As a lycanthrope you gain Change Shape, which functions as Polymorph, which when used to gain an animal shape functions as Beast Shape II, except where specifically noted. 

Basically the new polymorph rules are that non of your abilities change except as noted in the spell. For a lycanthrope that means that their stats only change as noted, in hybrid/animal form for the two physical and always for the two mental.

Per the special ability: 
Change Shape (Su) A creature with this special quality has the ability to assume the appearance of a specific creature or type of creature (usually a humanoid), but retains most of its own physical qualities. A creature cannot change shape to a form more than one size category smaller or larger than its original form. *This ability functions as a polymorph spell,* the type of which is listed in the creature's description, but the _creature does not adjust its ability scores_ (although it gains any other abilities of the creature it mimics). Unless otherwise stated, it can remain in an alternate form indefinitely. Some creatures, such as lycanthropes, can transform into unique forms with special modifiers and abilities. *These creatures do adjust their ability scores, as noted in their description.*

As to the second question, it is very confusing to me what the "power level" of a werebear is. It shows CR 4, but it is a 4th Level Ranger, which means that the CR of a level 4 ranger is 3 because a lycanthrope is CR+1. All that is beside the point however because the Monsters as PCs reference says to use CR to gauge level only for those creatures who have Racial HD, which Lycanthropy no longer gives, it is just CR +1, but I can't imagine a Natural Lycanthrope who gets stat increases and DR 10/Silver as only counting as 1 level for starting more powerful... 

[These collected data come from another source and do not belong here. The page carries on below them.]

# -- numeric outcome --------------------------------------------------------------------------------
def _pooled_numeric(sw, sy, ss, group):
    """(m1, m0, theta, v11, v00, usable) for the MH-weighted mean difference; shapes (..., G)."""
    n0, n1 = sw[..., 0], sw[..., 1]
    both = (n1 > 0) & (n0 > 0)
    with np.errstate(divide="ignore", invalid="ignore"):
        t = np.where(both, n1 + n0, 1.0)
        w = np.where(both, n1 * n0 / t, 0.0)
        ybar = np.where(sw > 0, sy / np.where(sw > 0, sw, 1.0), 0.0)
        sum_w = group(w)
        r1, r0 = group(w * ybar[..., 1]), group(w * ybar[..., 0])
        out_v = []
        usable = np.ones_like(sum_w, dtype=bool)
        for arm, n_arm in ((1, n1), (0, n0)):
            many = both & (n_arm >= 2)
            s2 = np.where(many, ss[..., arm] / np.where(many, n_arm - 1, 1.0), 0.0)
            known = group(np.where(many, w * w * s2 / np.where(n_arm > 0, n_arm, 1.0), 0.0))
            single = group(np.where(both & ~many, w * w / np.where(n_arm > 0, n_arm, 1.0), 0.0))
            dof = group(np.where(sw[..., arm] > 0, sw[..., arm] - 1, 0.0))
            pooled = group(ss[..., arm]) / np.where(dof > 0, dof, np.nan)
            v = (known + np.where(single > 0, single * pooled, 0.0)) / sum_w**2
            usable &= np.isfinite(v) & (dof > 0)
            out_v.append(v)
        sw_ = np.where(sum_w > 0, sum_w, np.nan)
        m1, m0 = r1 / sw_, r0 / sw_
    return m1, m0, m1 - m0, out_v[0], out_v[1], usable, sum_w


# -- estimator --------------------------------------------------------------------------------------
def _status(measure, n1, n0, sum_w, sums, binary, usable) -> str:
    if n1 <= 0:
        return "no exposed rows in this stratum"
    if n0 <= 0:
        return "no unexposed rows in this stratum"
    if sum_w <= 0:
        return (
            "no confounder level combination here has both exposed and unexposed rows: the arms do "
            "not overlap on the confounders; use fewer or coarser confounders"
        )
    if not binary:
        return OK if usable else "fewer than 2 rows per arm in every confounder cell: no variance"
    if measure == "rr" and (sums["r1"] <= 0 or sums["r0"] <= 0):
        arm = "exposed" if sums["r1"] <= 0 else "unexposed"
        return f"zero events among the {arm} in every confounder cell: risk ratio undefined; pass correction=0.5"
    if measure == "or" and (sums["ad"] <= 0 or sums["bc"] <= 0):
        return "zero cells make the pooled odds ratio undefined; pass correction=0.5"
    return OK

I would fall back on the 3.5 LA +3 for Natural Lycanthropes personally, so 1 class level would make you level 4...

Alternately you could assume that a CR4 Werebear is correct and instead of Ranger you can use whatever 4 levels of class you'd like to...

As far as I can tell though, the Pathfinder Lycanthropes only count as +1 ECL...


----------



## Werebat (Feb 6, 2012)

Lycanthropes are one of the two things I do NOT like about PF rules as opposed to 3.5 (the other being the spiked chain and exotic weapons in general).  My advice is to scrap PF lycanthropy rules and use the ones from 3.5.

Something about a werebear with 3 hit points just...  bugs me.


----------



## dragonis111 (Feb 9, 2012)

I might just end up mixing the rules a bit, I really like the 3.5 rules, Ill think Ill just use that but drop the racial hit dice and lower the LA from +3 to +2, does that sound good? I just don't think lycanthropes should automatically get racial hit dice, it should only increase whatever HD the base creature had if any.


----------



## N'raac (Feb 9, 2012)

One challenge of "monster as character" is that Challenge Rating assesses how effective the creature is against PC's, not as PC's.  For example, the ability to regenerate, say, 1 hp per minute seems unlikely to make a monster a much greater challenge against the PC's - even in a lengthy fight, getting back even 1 hp is unlikely.  

But a PC can regain 60 hp (an 11th caster level Cure Critical Wounds, or almost 6 1d8+5 CLW spells) in an hour, so the party's healing resources can last a lot longer.

Damage Reduction against all but magic weapons isn't all that powerful against PC's above very low levels - they all have magic weapons anyway.  But what percentage of PC opponents have no magical weapons (perhaps because they fight with natural weapons)?  This is a much greater advantage to the PC - and how many PC opponents will have silver weapons to bypass a Lycanthrope's DR?


----------



## dragonis111 (Feb 10, 2012)

N'raac, you make some really interesting points.


----------